▶

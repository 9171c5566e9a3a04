/**
 * What single pieces of evidence did to a forecast: the same forecast made with and without one,
 * everything else and the day of the forecast being equal.
 */
import type { EpochDays } from "../units";
import { forecastPack } from "./forecast";
import type { Forecast, ForecastInput, PackEvent, PackReading } from "./pack";

export type Evidence =
  | { readonly kind: "reading"; readonly at: EpochDays; readonly reading: PackReading }
  | { readonly kind: "measured-draw"; readonly at: EpochDays }
  | { readonly kind: "event"; readonly at: EpochDays; readonly event: PackEvent };

export interface Moved {
  readonly evidence: Evidence;
  /** Likely day (median) without it and with it, and the days between: negative is earlier. */
  readonly without: EpochDays;
  readonly likely: EpochDays;
  readonly days: number;
}

/**
 * The last piece of evidence and how far it moved the likely day; null when nothing is known but
 * the installation. That a device reports is heard every day and is no piece by itself.
 * @param measuredAt when the measured draw was taken; null: there is none
 */
export function lastMoved(
  input: ForecastInput,
  forecast: Forecast,
  measuredAt: EpochDays | null,
): Moved | null {
  const evidence = lastEvidence(input, measuredAt);
  if (!evidence) return null;
  const without = forecastPack(withoutEvidence(input, evidence)).quantiles.p50;
  const likely = forecast.quantiles.p50;
  return { evidence, without, likely, days: likely - without };
}

/** How far each reading moved the likely day, by its id: the forecast with less that without it. */
export function movedByReading(
  input: ForecastInput,
  forecast: Forecast,
  readingIds: readonly string[],
): ReadonlyMap<string, number> {
  return new Map(
    readingIds.map((id) => {
      const readings = input.readings.filter((r) => r.id !== id);
      const { p50 } = forecastPack({ ...input, readings }).quantiles;
      return [id, forecast.quantiles.p50 - p50];
    }),
  );
}

function lastEvidence(input: ForecastInput, measuredAt: EpochDays | null): Evidence | null {
  const pieces: Evidence[] = [
    ...input.readings
      .filter((r) => r.at >= input.pack.installedAt && r.at <= input.now)
      .map((reading): Evidence => ({ kind: "reading", at: reading.at, reading })),
    ...input.events
      .filter((e) => e.kind !== "reporting" && e.at <= input.now)
      .map((event): Evidence => ({ kind: "event", at: event.at, event })),
  ];
  if (input.pack.measuredDraw && measuredAt !== null) {
    pieces.push({ kind: "measured-draw", at: measuredAt });
  }
  return pieces.sort((a, b) => a.at - b.at).at(-1) ?? null;
}

function withoutEvidence(input: ForecastInput, evidence: Evidence): ForecastInput {
  switch (evidence.kind) {
    case "reading":
      return { ...input, readings: input.readings.filter((r) => r.id !== evidence.reading.id) };
    case "event":
      return { ...input, events: input.events.filter((e) => e !== evidence.event) };
    case "measured-draw":
      return { ...input, pack: { ...input.pack, measuredDraw: null } };
  }
}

◀

- INSTRUCTIONS FOR THE TASK
Beginning at the first line of the data above, retype each line until you reach the line containing "export type Evidence", and include that one too. Add nothing else.

- TASK SOLUTION
repository 9171c5566e9a3a04
/**
 * What single pieces of evidence did to a forecast: the same forecast made with and without one,
 * everything else and the day of the forecast being equal.
 */
import type { EpochDays } from "../units";
import { forecastPack } from "./forecast";
import type { Forecast, ForecastInput, PackEvent, PackReading } from "./pack";

export type Evidence =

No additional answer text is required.